Why is prenatal care important? Prenatal care exists to help you and your baby be as healthy as possible. It is a good idea to visit your healthcare provider as soon as you think you might be pregnant, as they can help you identify and avoid any possible issues that may affect your health or the health of your baby. Regular check-ups throughout your pregnancy help your healthcare provider to spot and treat any problems early on, and give you an opportunity to discuss things you can do to give your baby the best start in life.

Consider the following:

Your body undergoes massive changes to support and nourish a baby, and after giving birth, it generally takes some time for you to feel like yourself again. Some body changes that persist may take you by surprise, but are all linked to the physiological changes that were necessary to grow your baby. These are some of the most common ones:
  • Low sex drive - this is linked to the abrupt drop in estrogen levels after you give birth. Your sex drive will come back, but don’t be surprised if sex stays a low priority for you for the better part of a year.
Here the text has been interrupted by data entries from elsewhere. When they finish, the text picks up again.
"""Evidence bundles: contents, manifest, tamper detection down to the byte, safe paths, re-run.

The analysis stages are replaced by the invented check result here (the bundle's mechanics are
under test); the end-to-end build and verify on the demo site run in the demo's test.
"""

from __future__ import annotations

import hashlib
import json
import shutil
import zipfile
from pathlib import Path

import duckdb
import numpy as np
import pytest
from click.testing import CliRunner
from report_fixtures import checked, example_aligned, example_check, write_site

from perfcheck import align, db, evidence, ingest, periods, pipeline
from perfcheck.cli import main
from perfcheck.errors import DataError, PerfcheckError

RAW = "time,p1\n" + "".join(f"2025-06-{d:02d}T12:00:00+02:00,{1000 + d}\n" for d in range(1, 31))


@pytest.fixture(scope="module")
def built(tmp_path_factory) -> tuple[Path, Path]:
    """One bundle for the module (writing its report takes a few seconds)."""
    tmp = tmp_path_factory.mktemp("evidence")
    site = write_site(tmp)
    logs = tmp / "logs"
    logs.mkdir()
    raw = logs / "box_2025-06.csv"
    raw.write_text(RAW * 100)  # > 64 KiB, so the file has more than one checksum block
    con = db.connect(tmp / "site.duckdb")
    add_file(con, str(raw), hashlib.sha256(raw.read_bytes()).hexdigest(), raw.stat().st_size)
    start, end = periods.month_period(site, "2025-06")
    with pytest.MonkeyPatch.context() as mp:
        mp.setattr(align, "load_aligned", lambda *a, **k: example_aligned())
        out = evidence.build_bundle(con, site, start, end, tmp / "claim.zip",
                                    "perfcheck evidence site.toml --month 2025-06 --out claim.zip",
                                    result=checked(site, example_check()))
    con.close()
    return out["path"], raw


@pytest.fixture()
def bundle(built, tmp_path, monkeypatch) -> tuple[Path, Path]:
    """A fresh copy of the bundle; the re-run's stages give the invented result again."""
    monkeypatch.setattr(pipeline, "update", lambda *a, **k: [])
    monkeypatch.setattr(pipeline, "view", lambda con, site, s, e: checked(site, fresh_run()))
    path = tmp_path / "claim.zip"
    shutil.copy(built[0], path)
    return path, built[1]


def add_file(con: duckdb.DuckDBPyConnection, path: str, sha256: str, size: int) -> None:
    """A source_files row as ingest writes it, for a June 2025 file."""
    con.execute("INSERT INTO source_files (file_id, path, logger, sha256, size_bytes, rows_read, "
                "rows_loaded, rows_duplicate, rows_quarantined, conflicts, first_ts, last_ts, "
                "ingested_at, tool_version) VALUES (1, ?, 'box', ?, ?, 30, 30, 0, 0, 0, "
                "'2025-06-01 10:00+00', '2025-06-30 10:00+00', now(), '0.1.0')",
                [path, sha256, size])


def fresh_run() -> dict:
    r = example_check()
    r["run"]["created_at"] = "2030-01-01T00:00:00+00:00"  # a later run: only this may differ
    return r


def rewrite(path: Path, name: str, change) -> None:
    with zipfile.ZipFile(path) as z:
        members = {n: z.read(n) for n in z.namelist()}
    members[name] = change(members[name])
    with zipfile.ZipFile(path, "w") as z:
        for n, data in members.items():
            z.writestr(n, data)


def test_bundle_contents(bundle):
    path, _ = bundle
    with zipfile.ZipFile(path) as z:
        names = z.namelist()
        manifest = json.loads(z.read("MANIFEST.json"))
        info = json.loads(z.read("bundle.json"))
        command = z.read("command.txt").decode()
    for name in ("raw/box_2025-06.csv", "site/site.toml", "results/check.json",
                 "results/events.csv", "results/monthly.csv", "results/guarantees.csv",
                 "results/coverage.json", "results/quarantine.csv", "report/report.pdf",
                 "report/report.html",
                 "report/figures/daily_energy.png", "methods.txt", "versions.json",
                 "README.txt"):
        assert name in names, name
    assert set(manifest["files"]) == set(names) - {"MANIFEST.json"}
    assert all(evidence.safe_member(n) for n in names)
    assert info["raw_files"] == ["raw/box_2025-06.csv"]
    assert command == "perfcheck evidence site.toml --month 2025-06 --out claim.zip\n"


def test_verify_passes_and_reruns(bundle):
    v = evidence.verify_bundle(bundle[0])
    assert v.ok, v.problems
    # 8 figures, PDF, HTML, 6 results (quarantine.csv among them), site file, 1 raw file,
    # bundle.json, command, versions, methods, README
    assert v.files_checked == 23
    assert any("reproduced results/check.json" in n for n in v.notes)


def test_one_changed_byte_is_named(bundle):
    path, raw = bundle
    data = raw.read_bytes()
    pos = 70000 + data[70000:].index(b"1012")  # a digit in the second 64 KiB block
    rewrite(path, "raw/box_2025-06.csv",
            lambda b: b[:pos + 3] + b"9" + b[pos + 4:])  # "1012" -> "1019"
    v = evidence.verify_bundle(path)
    assert not v.ok
    assert v.problems == [f"raw/box_2025-06.csv: sha256 differs from the manifest: byte "
                          f"{pos + 3} changed from 0x32 '2' to 0x39 '9'"]
    assert v.notes == ["re-run skipped: the bundle's files do not match their manifest"]


def test_longer_change_is_named_by_block(bundle):
    path, _ = bundle
    rewrite(path, "results/check.json", lambda b: b.replace(b'"epi": 0.944', b'"epi": 0.99'))
    with zipfile.ZipFile(path) as z:
        size = len(z.read("results/check.json"))  # one block: the file is below 64 KiB
    v = evidence.verify_bundle(path, rerun_analysis=False)
    assert v.problems == [f"results/check.json: sha256 differs from the manifest: bytes "
                          f"0-{size - 1} changed"]


def test_unlisted_and_missing_files(bundle):
    path, _ = bundle
    with zipfile.ZipFile(path, "a") as z:
        z.writestr("extra.txt", b"added later")
    v = evidence.verify_bundle(path, rerun_analysis=False)
    assert v.problems == ["extra.txt: in the bundle but not in the manifest"]


@pytest.mark.parametrize("name", ["../outside.txt", "/etc/passwd", "raw/../../x", "C:\\x"])
def test_unsafe_paths_refused(tmp_path, name):
    path = tmp_path / "bad.zip"
    with zipfile.ZipFile(path, "w") as z:
        z.writestr(name, b"x")
    with pytest.raises(PerfcheckError, match="unsafe path in bundle"):
        evidence.verify_bundle(path)


def test_rerun_difference_is_reported(bundle, monkeypatch):
    def drifted(con, site, s, e):
        r = checked(site, fresh_run())
        r["metrics"]["period"]["epi"] = 0.95
        return r

    monkeypatch.setattr(pipeline, "view", drifted)
    v = evidence.verify_bundle(bundle[0])
    assert not v.ok
    assert v.problems == ["re-run from the bundle does not reproduce results/check.json: "
                          "/metrics/period/epi: bundle 0.944, re-run 0.95"]


def test_locate_single_byte_and_insertion():
    rng = np.random.default_rng(7)
    data = rng.integers(0, 256, 200_000, dtype=np.uint8).tobytes()
    sums = evidence.block_sums(data)
    changed = bytearray(data)
    changed[150_000] = (changed[150_000] + 1) % 256
    assert evidence.locate_change(sums, bytes(changed)) == [
        f"byte 150000 changed from {data[150_000]:#04x} {evidence._char(data[150_000])} to "
        f"{changed[150_000]:#04x} {evidence._char(changed[150_000])}"]
    inserted = data[:10] + b"x" + data[10:]
    notes = evidence.locate_change(sums, inserted)
    assert notes[0] == "bytes 0-65535 changed"  # every later block shifts too
    assert len(notes) == 4


def test_strip_volatile_only_run_time():
    a, b = example_check(), fresh_run()
    assert evidence.json_differences(evidence.strip_volatile(a), evidence.strip_volatile(b)) == []
    assert evidence.json_differences(a, b) == [
        '/run/created_at: bundle "2025-07-02T04:00:00+00:00", re-run "2030-01-01T00:00:00+00:00"']


def test_changed_raw_file_refused(tmp_path, monkeypatch):
    site = write_site(tmp_path)
    raw = tmp_path / "box.csv"
    raw.write_text(RAW)
    con = db.connect(tmp_path / "site.duckdb")
    add_file(con, "box.csv", "ab", 1)
    with pytest.raises(DataError, match=r"box.csv: logger file changed since it was ingested"):
        evidence.raw_files(con, site)


def test_cli_verify_exit_codes(bundle, tmp_path):
    runner = CliRunner()
    ok = runner.invoke(main, ["verify", str(bundle[0])])
    assert ok.exit_code == 0 and ok.output.strip().endswith("verified")
    rewrite(bundle[0], "site/site.toml", lambda b: b.replace(b"ac_kw = 50", b"ac_kw = 60"))
    bad = runner.invoke(main, ["verify", str(bundle[0]), "--no-rerun"])
    assert bad.exit_code == 1 and "FAILED: site/site.toml: sha256 differs" in bad.output
    junk = tmp_path / "junk.zip"
    junk.write_bytes(b"not a zip")
    r = runner.invoke(main, ["verify", str(junk)])
    assert r.exit_code == 2
    assert r.output.startswith(f"perfcheck: error: {junk}: not a readable zip file")


@pytest.fixture(scope="module")
def demo_months(tmp_path_factory):
    """Two months of the invented demo plant, ingested and modelled in a fresh database."""
    from perfcheck.scenario import demo_dir
    from perfcheck.site import load_site

    tmp = tmp_path_factory.mktemp("demo_months")
    src = demo_dir()
    shutil.copy(src / "site.toml", tmp / "site.toml")
    logs = []
    for p in sorted(src.glob("*_2024-0[56].csv")):
        shutil.copy(p, tmp / p.name)
        logs.append(tmp / p.name)
    site = load_site(tmp / "site.toml")
    con = db.connect(tmp / "site.duckdb")
    try:
        pipeline.update(con, site, logs)
    finally:
        con.close()
    return site, tmp


@pytest.mark.slow
def test_demo_bundle_verifies_and_names_a_changed_byte(demo_months):
    site, tmp = demo_months
    runner = CliRunner()
    out = runner.invoke(main, ["evidence", str(tmp / "site.toml"), "--from", "2024-06-01",
                               "--to", "2024-06-30", "--out", str(tmp / "claim.zip")])
    assert out.exit_code == 0, out.output
    ok = runner.invoke(main, ["verify", str(tmp / "claim.zip")])
    assert ok.exit_code == 0, ok.output
    assert "reproduced results/check.json" in ok.output
    with zipfile.ZipFile(tmp / "claim.zip") as z:
        raw = sorted(n for n in z.namelist() if n.startswith("raw/"))
        command = z.read("command.txt").decode()
    assert len(raw) == 4  # May (reference windows draw on it) and June, two loggers each
    assert command.startswith("perfcheck evidence ") and "--from 2024-06-01 --to 2024-06-30" \
        in command
    name = raw[1]
    rewrite(tmp / "claim.zip", name, lambda b: b[:5000] + bytes([b[5000] ^ 1]) + b[5001:])
    bad = runner.invoke(main, ["verify", str(tmp / "claim.zip")])
    assert bad.exit_code == 1
    assert f"FAILED: {name}: sha256 differs from the manifest: byte 5000 changed" in bad.output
  • Tummy bulge - it takes 6-8 weeks for your uterus to shrink back to your pre-pregnancy size, meaning the tummy bulge may stick around for a while.
  • Shoe size - you may notice that your feet swell during pregnancy, but for some women carrying the extra weight around permanently alters their shoe size. This is likely related to the effects of relaxin, which loosens the ligaments throughout your body including your feet. The extra weight during pregnancy can flatten your arches, making your feet grow.
  • Breast size - although your breasts will grow during pregnancy and remain larger during breast feeding, it’s not uncommon for them to shrink to a slightly smaller size than they were before you were pregnant. This is usually related to your body weight, as the size of your breasts depends on the amount of body fat you have.
  • Hair loss - you may find your hair starts falling out faster than ever before during the months following childbirth. Estrogen slows the rate of hair loss during pregnancy, which means lots of hair is ready to drop when estrogen levels return to pre-pregnancy levels.
  • Menstruation - if you decide not to breastfeed your baby, you are likely to start menstruating (and ovulating) again about 10 weeks after giving birth, as your hormones return to their pre-pregnancy levels. However, it’s worth noting that your period may return the very next month after giving birth. Breastfeeding generally delays ovulation, so if you decide to breastfeed you may not have a period for up to 20 weeks or more, although it's also not uncommon for it to restart earlier than this.